Cranial irradiation elevates adenosine kinase (ADK) immunoreactivity and astrogliosis. Immunofluorescence analysis demonstrates that at 1 month post-treatment, compared to controls (Con and Con + 5-ITU), exposure to cranial irradiation (10 Gy) leads to elevated ADK immunoreactivity (A,B; IRR group; ADK, green; DAPI nuclear counterstain, blue) that is reduced to control levels in irradiated animals treated with 5-ITU (IRR + 5-ITU). Representative confocal micrographs show the presence reactive astrocytic cell bodies (A,C; glial fibrillary acidic protein; GFAP, red) in the hippocampal dentate hilus (DH), sub-granular zone and granule cell layer (GCL) indicating astrogliosis. IRR + 5-ITU animals showed reduced ADK and GFAP immunoreactivity compared to IRR animals. Scale bar: 30 μm.

FIGURE 3

Work flow of quantitative immunofluorescence. Blinded deconvoluted volume of z stacks (step 1) were uploaded into Imaris (v8.1.2) for quantification of GFAP and ADK immunoreactivity (step 2). 3D algorithm-based Surface rendering of individual channels (pseudo-colored, steps 3–4) provide quantitative analyses of fluorescence intensity (GFAP, ADK) and Spot tool and Co-localization modules provide quantification of the number of astrocytes (steps 4–5). Data bin (step 6) provide quantitative immunofluorescence data for the individual channels.

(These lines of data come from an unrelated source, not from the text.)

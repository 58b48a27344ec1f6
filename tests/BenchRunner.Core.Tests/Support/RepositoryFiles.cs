namespace BenchRunner.Core.Tests.Support;

/// <summary>Finds files of the repository from the test's output folder.</summary>
internal static class RepositoryFiles
{
    /// <summary>The absolute path of <paramref name="relative"/> under the repository root (the folder holding BenchRunner.sln).</summary>
    public static string PathOf(string relative)
    {
        var dir = new DirectoryInfo(AppContext.BaseDirectory);
        while (dir is not null && !File.Exists(Path.Combine(dir.FullName, "BenchRunner.sln")))
        {
            dir = dir.Parent;
        }

        if (dir is null)
        {
            throw new InvalidOperationException("The repository root (with BenchRunner.sln) was not found above " + AppContext.BaseDirectory);
        }

        return Path.Combine(dir.FullName, relative);
    }
}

Scale bars: 5 μm.

FIGURE 4

Treatment with 5-iodotubercidin (5-ITU) attenuated radiation-induced elevation in adenosine kinase (ADK) and astrogliosis. 3D algorithm-based deconvolution and quantification (Imaris, Bitplane, Inc.) of ADK and glial fibrillary acidic protein (GFAP) immunoreactivity show that compared to controls (Con and Con + 5-ITU), irradiation significantly increased the ADK (A) and astrogliotic cell bodies (B) in the hippocampal dentate hilus, granule cell layer, sub-granular zone and CA3/CA1 subfields. Compared with the irradiated cohort (IRR), animals receiving 5-ITU (IRR + 5-ITU) had significantly lower ADK and GFAP immunoreactivity in all hippocampal subfields. The reduced ADK and GFAP immunofluorescence was comparable to controls (Con). The number of astrocytes per hippocampal section did not change after irradiation or 5-ITU treatment (C). All data are presented as mean ± SEM. (N = 4 animals per group). ^∗P < 0.02; ^∗∗P < 0.01; ^∗∗∗P < 0.001 compared with the IRR group (ANOVA and Bonferroni multiple comparisons test).